package stirwright.trust;

import java.nio.file.Path;
import java.util.Locale;
import java.util.Optional;
import java.util.function.UnaryOperator;

/** Where this user's settings are kept: the list of approved bundles, the window's sizes. */
public final class UserFolder {
    /** The system property that names another folder. */
    public static final String PROPERTY = "stirwright.settings";

    private UserFolder() {}

    /** The folder; it need not exist yet. */
    public static Path path() {
        return of(System::getProperty, System::getenv);
    }

    /** @param property and {@code variable} give null for what is not set */
    static Path of(UnaryOperator<String> property, UnaryOperator<String> variable) {
        String given = property.apply(PROPERTY);
        if (given != null && !given.isBlank()) {
            return Path.of(given).toAbsolutePath();
        }
        String home = property.apply("user.home");
        String system = property.apply("os.name").toLowerCase(Locale.ROOT);
        if (system.startsWith("mac")) {
            return Path.of(home, "Library", "Application Support", "Stirwright");
        }
        if (system.startsWith("windows")) {
            return absolute(variable.apply("APPDATA")).orElse(Path.of(home, "AppData", "Roaming")).resolve("Stirwright");
        }
        // The XDG base directory specification wants paths that are not absolute ignored.
        return absolute(variable.apply("XDG_CONFIG_HOME")).orElse(Path.of(home, ".config")).resolve("stirwright");
    }

    private static Optional<Path> absolute(String folder) {
        return Optional.ofNullable(folder).filter(f -> !f.isBlank()).map(Path::of).filter(Path::isAbsolute);
    }
}
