/**
 * Which bundles in the folder {@code families} may run: those whose SHA-256 this user has approved, no others. Start at
 * {@link stirwright.trust.DropIns}, an OSGi service.
 *
 * <p>Not for code from outside, which relies on {@code stirwright.correlation} alone.
 */
@Version("1.0.0")
package stirwright.trust;

import org.osgi.annotation.versioning.Version;
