package stirwright.correlation;

import static org.junit.jupiter.api.Assertions.assertEquals;
import static org.junit.jupiter.api.Assertions.assertThrows;
import static org.junit.jupiter.api.Assertions.assertTrue;

import java.util.List;
import java.util.Set;
import org.junit.jupiter.api.Test;
import org.junit.jupiter.api.function.Executable;

/** A correlation is a value: nothing changes it, and a variant is another one. */
class CorrelationTest {
    private static final Geometry ANY = p -> 1;

    private static CorrelationBuilder builder() {
        return Correlation.of("invented.np.test", Quantity.POWER_NUMBER, "invented for a test")
                .families("invented").cite(Citation.withoutLocator("invented"))
                .transcription(Transcription.CHECKED_AGAINST_SOURCE)
                .range(Measure.D_OVER_T, 0.2, 0.5).contains(Effect.FROUDE).reads(Variable.REYNOLDS).remark("First.")
                .constant("a", 3).curve("phi", 1, 2, 10, 2).formula("Np = {a} + {phi}")
                .relation((g, k) -> p -> k.get("a") + k.curve("phi").at(1));
    }

    @Test
    void usingTheBuilderFurtherChangesNothing() {
        CorrelationBuilder builder = builder();
        Correlation first = builder.build();
        Correlation second = builder.families("other").standing(Standing.RETIRED).notStated(Measure.H_OVER_T, "unread")
                .contains(Effect.BAFFLES).reads(Variable.FROUDE).remark("Second.").constant("b", 4)
                .formula("Np = {a} + {b} + {phi}").relation((g, k) -> p -> k.get("b")).build();
        assertEquals(Set.of("invented"), first.families());
        assertEquals(Standing.PUBLISHED, first.standing());
        assertEquals(1, first.validity().size());
        assertEquals(Set.of(Effect.FROUDE), first.contains());
        assertEquals(Set.of(Variable.REYNOLDS), first.reads());
        assertEquals(List.of("First."), first.remarks());
        assertEquals(Set.of("a"), first.constants().names());
        assertTrue(first.formula().startsWith("Np = 3 + through"), first.formula());
        assertEquals("Np = a + phi", first.formulaByName());
        assertEquals(5, first.bind(ANY).at(null), 1e-12);
        assertEquals(4, second.bind(ANY).at(null));
        assertEquals(2, second.validity().size());
    }

    @Test
    void whatItHandsOutCannotBeChanged() {
        Correlation correlation = builder().build();
        List<Executable> attempts = List.of(
                () -> correlation.families().clear(), () -> correlation.contains().clear(),
                () -> correlation.reads().clear(), () -> correlation.validity().clear(),
                () -> correlation.remarks().clear(), () -> correlation.constants().names().clear(),
                () -> correlation.constants().curveNames().clear());
        attempts.forEach(attempt -> assertThrows(UnsupportedOperationException.class, attempt));
        assertEquals(Set.of("a"), correlation.constants().names());
    }

    @Test
    void aVariantIsADraftThatSaysWhereItComesFrom() {
        Correlation published = builder().build();
        Correlation variant = published.variant("invented.np.mine",
                published.constants().with("a", 5).withCurve("phi", phi -> phi.scaled(3)));
        assertEquals("invented.np.mine", variant.id());
        assertEquals(Standing.IN_HOUSE_DRAFT, variant.standing());
        assertEquals(List.of("First.", "Constants changed from invented.np.test."), variant.remarks());
        // 5 + 3 * 2
        assertEquals(11, variant.bind(ANY).at(null), 1e-12);
        assertTrue(variant.formula().startsWith("Np = 5 + through (1, 6)"), variant.formula());
        assertEquals(published.validity(), variant.validity());
        assertEquals(published.citation(), variant.citation());
        assertEquals("invented.np.test", published.id());
        assertEquals(Standing.PUBLISHED, published.standing());
        assertEquals(List.of("First."), published.remarks());
        assertEquals(5, published.bind(ANY).at(null), 1e-12);
    }

    @Test
    void aVariantNeedsAnotherIdAndTheSameNames() {
        Correlation correlation = builder().build();
        Constants more = builder().constant("b", 1).formula("{a} {b} {phi}").build().constants();
        Constants other = builder().curve("psi", 1, 1, 2, 2).formula("{a} {phi} {psi}").build().constants();
        assertTrue(refusal(correlation, "invented.np.mine", more).contains("[a, b]"));
        assertTrue(refusal(correlation, "invented.np.mine", other).contains("[phi, psi]"));
        assertTrue(refusal(correlation, "invented.np.test", correlation.constants()).contains("id of its own"));
        assertTrue(refusal(correlation, "Mine", correlation.constants()).contains("'Mine'"));
    }

    private static String refusal(Correlation correlation, String id, Constants constants) {
        return assertThrows(ContractException.class, () -> correlation.variant(id, constants)).getMessage();
    }
}
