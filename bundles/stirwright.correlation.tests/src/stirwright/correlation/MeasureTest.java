package stirwright.correlation;

import static org.junit.jupiter.api.Assertions.assertEquals;
import static org.junit.jupiter.api.Assertions.assertNotEquals;

import java.util.Optional;
import org.junit.jupiter.api.Test;
import org.junit.jupiter.params.ParameterizedTest;
import org.junit.jupiter.params.provider.CsvSource;

class MeasureTest {

    @Test
    void dimensionsAreMeasuredInTheUnitOfTheirColumn() {
        Geometry rightAngle = p -> Math.PI / 2;
        assertEquals(90, Measure.BLADE_ANGLE.value(rightAngle, null), 1e-12);
        assertEquals(Math.PI / 2, Measure.VESSEL_DIAMETER.value(rightAngle, null));
    }

    @Test
    void idsAndTitlesNameTheUnit() {
        assertEquals("blade_angle_deg: blade angle in degrees", words(Measure.BLADE_ANGLE));
        assertEquals("vessel_diameter_m: vessel diameter in m", words(Measure.VESSEL_DIAMETER));
        assertEquals("liquid_volume_m3: liquid volume in m3", words(Measure.of(Dimensions.LIQUID_VOLUME)));
        assertEquals("blade_count: blade count", words(Measure.BLADE_COUNT));
        assertNotEquals(Measure.of("blade_angle", "blade angle in rad", (g, p) -> 1), Measure.BLADE_ANGLE);
    }

    @Test
    void aMeasureThatIsAVariableNamesIt() {
        assertEquals(Optional.of(Variable.REYNOLDS), Measure.REYNOLDS.variable());
        assertEquals(Optional.of(Variable.FROUDE), Measure.of(Variable.FROUDE).variable());
        assertEquals(Optional.empty(), Measure.D_OVER_T.variable());
        assertEquals(Optional.empty(), Measure.of("reynolds_like", "2 Re", (g, p) -> 2 * p.reynolds()).byFactor().variable());
    }

    /** Beyond 100 to 1000 by a fifth and by a factor of 1.4, 1.6. */
    @ParameterizedTest
    @CsvSource({"80, NEAR", "1200, NEAR", "1400, NEAR", "1600, OUTSIDE", "62.5, OUTSIDE"})
    void byFactorReachesToOneAndAHalf(double found, Verdict expected) {
        Measure plain = Measure.of("any", "any", (g, p) -> 1);
        assertEquals(expected, plain.byFactor().verdict(found, 100, 1000));
        assertEquals(Verdict.OUTSIDE, plain.verdict(found, 100, 1000), "by a tenth it is outside");
    }

    @Test
    void aQuantitysPickIsAVariableOfItsName() {
        assertEquals("power_number", Variable.POWER_NUMBER.id());
        assertEquals(Variable.of("shear_rate_constant", "by another bundle", "k", "-"), Variable.SHEAR_RATE_CONSTANT);
        Variable own = Variable.of(Quantity.of("web-load", "web load", "Lw", "Pa"));
        assertEquals("web_load web load Lw Pa", String.join(" ", own.id(), own.title(), own.symbol(), own.unit()));
    }

    private static String words(Measure measure) {
        return measure.id() + ": " + measure.title();
    }
}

— Problem statement —
Exactly as they appear, please write out the lines from the opening of the listing above down to the line containing "public static Path", with both end lines included.

— Task solution —
package stirwright.trust;

import java.nio.file.Path;
import java.util.Locale;
import java.util.Optional;
import java.util.function.UnaryOperator;

/** Where this user's settings are kept: the list of approved bundles, the window's sizes. */
public final class UserFolder {
    /** The system property that names another folder. */
    public static final String PROPERTY = "stirwright.settings";

    private UserFolder() {}

    /** The folder; it need not exist yet. */
    public static Path path() {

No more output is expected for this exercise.